Slashdot Mirror

← Back to Stories (view on slashdot.org)

Social Engineering Using USB Drives

Posted by ryuzaki0 on from the driving-right-in dept.

Iphtashu Fitz writes "What's the easiest way to hack into the computer systems of a credit union? It turns out that all you need to do is copy a virus/trojan onto USB drives and scatter them around the front door of the credit union. This was how a recent security audit was performed at a credit union where the employees had actually been tipped off to the audit. Security experts collected 20 old USB thumb drives and filled them with images and other data along with a trojan that would collect sensitive information and e-mail it back to them. Early one morning they planted the thumb drives around the entrances to the credit union as well as other public places where the employees were known to congregate. In very little time 15 of the 20 USB drives were plugged into company computer systems and started e-mailing usernames, passwords, etc. back to the auditors."

6 of 447 comments (clear)

  1. It's definitely a problem... by Coopjust · · Score: 4, Informative

    Given autoplay and the fact that many USB keys do not need drivers, this could turn out to be a serious problem.

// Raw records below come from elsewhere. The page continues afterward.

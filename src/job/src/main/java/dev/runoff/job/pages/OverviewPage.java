package dev.runoff.job.pages;

import dev.runoff.records.avro.ArmState;
import dev.runoff.records.avro.DecisionRecord;
import java.net.URLEncoder;
import java.nio.charset.StandardCharsets;
import java.util.Comparator;
import java.util.List;
import java.util.Locale;
import java.util.Map;
import java.util.Set;

/**
 * The page at {@code /}: one row per experiment with a decision record, from its latest record. Filtered by
 * status and sorted by a column through plain links and a form ({@code ?status=running&sort=traffic}), so it
 * works without JavaScript.
 */
final class OverviewPage {

    /** Shortest reload interval a page accepts, in seconds. */
    static final int MIN_REFRESH = 2;
    /** Longest reload interval, in seconds. */
    static final int MAX_REFRESH = 3600;

    /** The columns one can sort by, in the order they appear. */
    enum Sort {
        EXPERIMENT, STATUS, TRAFFIC, PBEST, LAST;

        String key() {
            return name().toLowerCase(Locale.ROOT);
        }
    }

    /**
     * What the query asked for.
     *
     * @param status  {@code all}, {@code running} or {@code stopped}
     * @param sort    the column to sort by
     * @param refresh reload interval in seconds, 0 for none
     */
    record Options(String status, Sort sort, int refresh) {

        private static final Set<String> STATUSES = Set.of("all", "running", "stopped");
        private static final Set<String> KEYS = Set.of("status", "sort", "refresh");

        /** The options in {@code query}; an unknown key or value is refused with a message naming it. */
        static Options of(Map<String, String> query) {
            for (String key : query.keySet()) {
                if (!KEYS.contains(key)) {
                    throw new IllegalArgumentException("unknown query parameter '" + key
                            + "': the page takes status, sort and refresh");
                }
            }
            String status = query.getOrDefault("status", "all");
            if (!STATUSES.contains(status)) {
                throw new IllegalArgumentException("status must be all, running or stopped; got '" + status + "'");
            }
            String sort = query.getOrDefault("sort", "experiment");
            Sort by = null;
            for (Sort s : Sort.values()) {
                by = s.key().equals(sort) ? s : by;
            }
            if (by == null) {
                throw new IllegalArgumentException("sort must be experiment, status, traffic, pbest or last; got '"
                        + sort + "'");
            }
            return new Options(status, by, refresh(query));
        }

        /** The reload interval in {@code query} ({@code refresh}, seconds), 0 when absent. */
        static int refresh(Map<String, String> query) {
            String value = query.get("refresh");
            if (value == null) {
                return 0;
            }
            try {
                int seconds = Integer.parseInt(value);
                if (seconds >= MIN_REFRESH && seconds <= MAX_REFRESH) {
                    return seconds;
                }
            } catch (NumberFormatException e) {
                // reported below
            }
            throw new IllegalArgumentException("refresh must be a whole number of seconds in [" + MIN_REFRESH + ", "
                    + MAX_REFRESH + "]; got '" + value + "'");
        }
    }

    private OverviewPage() {
    }

    static String render(DecisionHistory history, String topic, Options options) {
        List<DecisionRecord> rows = history.latest().stream().filter(r -> shown(r, options.status()))
                .sorted(order(options.sort())).toList();
        StringBuilder b = new StringBuilder(8192).append("<h1>Experiments</h1>\n<p class=\"note\">From the decision "
                + "records on topic ").append(Html.escape(topic)).append(", which every instance of the job reads "
                + "whole: any instance shows every experiment. ").append(Html.whole(history.records()))
                .append(" records read").append(history.isCaughtUp() ? "." : "; still reading the topic, so the "
                + "list may be incomplete.").append(history.rejectedRecords() == 0 ? "" : " "
                + Html.whole(history.rejectedRecords()) + " records on the topic were not valid decision records and "
                + "are left out.").append(" <a href=\"").append(link(options.status(), options.sort(),
                options.refresh())).append("\">Reload</a>.</p>\n");
        filterForm(b, options);
        b.append("<table>\n<caption>").append(rows.size()).append(rows.size() == 1 ? " experiment" : " experiments")
                .append(options.status().equals("all") ? "" : " (" + options.status() + ")")
                .append(", sorted by ").append(options.sort().key()).append("</caption>\n<thead><tr>");
        header(b, "Experiment", Sort.EXPERIMENT, options);
        header(b, "Status", Sort.STATUS, options);
        b.append("<th scope=\"col\">Arms</th><th scope=\"col\">Leader</th>");
        header(b, "P(best) of leader", Sort.PBEST, options);
        header(b, "Traffic (trials)", Sort.TRAFFIC, options);
        b.append("<th scope=\"col\">Pending units</th><th scope=\"col\">Suspended by a guardrail</th>");
        header(b, "Last decision (UTC)", Sort.LAST, options);
        b.append("<th scope=\"col\">Decision and reason</th></tr></thead>\n<tbody>\n");
        for (DecisionRecord r : rows) {
            row(b, r);
        }
        return Html.page("Runoff experiments", b.append("</tbody></table>\n").toString(), options.refresh());
    }

    private static void filterForm(StringBuilder b, Options options) {
        b.append("<form method=\"get\" action=\"/\"><label for=\"status\">Status</label> <select id=\"status\" "
                + "name=\"status\">");
        for (String s : List.of("all", "running", "stopped")) {
            b.append("<option value=\"").append(s).append('"').append(s.equals(options.status()) ? " selected" : "")
                    .append('>').append(s).append("</option>");
        }
        b.append("</select> <input type=\"hidden\" name=\"sort\" value=\"").append(options.sort().key())
                .append("\"> <button type=\"submit\">Show</button></form>\n");
    }

    private static void header(StringBuilder b, String label, Sort sort, Options options) {
        boolean current = sort == options.sort();
        b.append("<th scope=\"col\"").append(current ? " aria-sort=\"" + (descending(sort) ? "descending"
                : "ascending") + "\"" : "").append("><a href=\"").append(link(options.status(), sort, options.refresh()))
                .append("\">").append(label).append("</a>").append(current ? (descending(sort) ? " (sorted, highest "
                + "first)" : " (sorted)") : "").append("</th>");
    }

    private static boolean descending(Sort sort) {
        return sort == Sort.TRAFFIC || sort == Sort.PBEST || sort == Sort.LAST;
    }

    private static String link(String status, Sort sort, int refresh) {
        return "/?status=" + status + "&amp;sort=" + sort.key() + (refresh > 0 ? "&amp;refresh=" + refresh : "");
    }

    private static void row(StringBuilder b, DecisionRecord r) {
        ArmState leader = leader(r);
        String id = r.getExperimentId();
        b.append("<tr><th scope=\"row\"><a href=\"/experiments/")
                .append(Html.escape(URLEncoder.encode(id, StandardCharsets.UTF_8).replace("+", "%20")))
                .append("\">").append(Html.escape(id)).append("</a></th><td>").append(status(r)).append("</td><td>")
                .append(r.getArms().size()).append(": ")
                .append(Html.escape(String.join(", ", r.getArms().stream().map(ArmState::getArm).toList())))
                .append("</td><td>").append(Html.escape(leader.getArm())).append("</td><td class=\"n\">")
                .append(Html.number(leader.getAlpha(), 4)).append("</td><td class=\"n\">").append(Html.whole(trials(r)))
                .append("</td><td class=\"n\">").append(pending(r)).append("</td><td>").append(suspensions(r))
                .append("</td><td>#").append(r.getSequence())
                .append(' ').append(Html.time(r.getStreamTime())).append("</td><td>").append(r.getDecision())
                .append(": ").append(Html.escape(r.getReason())).append("</td></tr>\n");
    }

    /** RUNNING, or STOPPED with the winner (words, not a colour). */
    static String status(DecisionRecord r) {
        return r.getWinner() == null ? "RUNNING" : "STOPPED (winner " + Html.escape(r.getWinner()) + ")";
    }

    private static boolean shown(DecisionRecord r, String status) {
        return switch (status) {
            case "running" -> r.getWinner() == null;
            case "stopped" -> r.getWinner() != null;
            default -> true;
        };
    }

    private static Comparator<DecisionRecord> order(Sort sort) {
        Comparator<DecisionRecord> byId = Comparator.comparing(DecisionRecord::getExperimentId);
        return switch (sort) {
            case EXPERIMENT -> byId;
            case STATUS -> Comparator.comparing((DecisionRecord r) -> r.getWinner() != null).thenComparing(byId);
            case TRAFFIC -> Comparator.comparingLong(OverviewPage::trials).reversed().thenComparing(byId);
            case PBEST -> Comparator.comparingDouble((DecisionRecord r) -> leader(r).getAlpha()).reversed()
                    .thenComparing(byId);
            case LAST -> Comparator.comparingLong(DecisionRecord::getStreamTime).reversed().thenComparing(byId);
        };
    }

    /** The arm with the highest P(best) (the first of equals). */
    static ArmState leader(DecisionRecord r) {
        ArmState best = r.getArms().get(0);
        for (ArmState a : r.getArms()) {
            best = a.getAlpha() > best.getAlpha() ? a : best;
        }
        return best;
    }

    static long trials(DecisionRecord r) {
        return r.getArms().stream().mapToLong(ArmState::getTrials).sum();
    }

    /**
     * The arms the record suspends, each with the guardrail that suspended it ({@code arm (guardrail)}, in
     * definition order), or "none".
     */
    static String suspensions(DecisionRecord r) {
        List<String> suspended = r.getArms().stream().filter(a -> a.getSuspendedBy() != null)
                .map(a -> Html.escape(a.getArm()) + " (" + Html.escape(a.getSuspendedBy()) + ")").toList();
        return suspended.isEmpty() ? "none" : String.join(", ", suspended);
    }

    /** Pending units over all arms, or an en dash when the records do not report them. */
    static String pending(DecisionRecord r) {
        if (r.getArms().stream().allMatch(a -> a.getPending() == null)) {
            return "\u2013";
        }
        return Html.whole(r.getArms().stream().mapToLong(a -> a.getPending() == null ? 0 : a.getPending()).sum());
    }
}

    Why not just disable USB keys? They don't need to take that data home with them...the ChoicePoint disaster, several laptops stolen out of cars... these companies need to make are personal data more secure.

  2. Re:Autoplay trojan? by TubeSteak · · Score: 4, Informative
    Even though you're joking, what you're proposing has been around for a looooong time.

    http://lastmeasure.com/
    Last Measure is a wholly owned subsidiary of the Gay Nigger Association of America

    The bastards at GNAA created LMOS (Last Measure OS)
    http://sam.zoy.org/lmos/
    LMOS is a minimalist operating system targetting multimedia presentations, written with simplicity in mind. Due to its tiny x86 assembly core, it easily fits on a standard floppy: just write LMOS and your pictures to a CD or floppy, and it will boot and play on any IBM-PC compatible computer.

    LMOS is a handy tool to carry with you on a business card CD or an USB key. Also, instead of luring people to Last Measure mirrors or similar shock sites, you can simply hand them an LMOS CD with a "Knoppix" sticker on it.
    No matter what depravity you can think of, the Trolls have already been there and raped that idea.
    --
    [Fuck Beta]
    o0t!
  3. Re:But.. How? by EvilSS · · Score: 4, Informative

    That is 100% incorrect. USB drives (and ANY removable drive including usb/firewire hard drives) can be used for autorun. Most likely the reason the parent could not get it to autorun is because autorun had been turned off.

    If you want a great example of autorun look at Pass2Go from the Roboform guys. It sets up autorun on the USB drive it is installed on. The Microsoft wireless network setup wizard (the one the also exports the WEP/WPA keys of an existing connection on an XP machine as plain text) also sets up a USB key to autorun the wizard.

    --
    I browse on +1 so AC's need not respond, I won't see it.
  4. The word from Microsoft on autorun for nerdsticks by Beryllium+Sphere(tm) · · Score: 5, Informative

    The Autorun capabilities are restricted to CD-ROM drives and fixed disk drives. If you need to make a USB storage device perform Autorun, the device must not be marked as a removable media device and the device must contain an Autorun.inf file and a startup application.

  5. You have to hack the USB drive itself. by khasim · · Score: 5, Informative

    The hardware itself reports whether it is removable or not.

    If you flip one of the bits, then it will auto-play just like a CD.

    http://en.wikipedia.org/wiki/SCSI_Inquiry_Command

    It's the "removable medium" setting.

  6. Re:autorun.inf doesn't work by Slayback · · Score: 5, Informative

    Windows XP SP2 changed this behavior and will use the autorun.inf file to autorun. I use this everyday to have Truecrypt automatically pop up to mount my encrypted volume on my USB drive.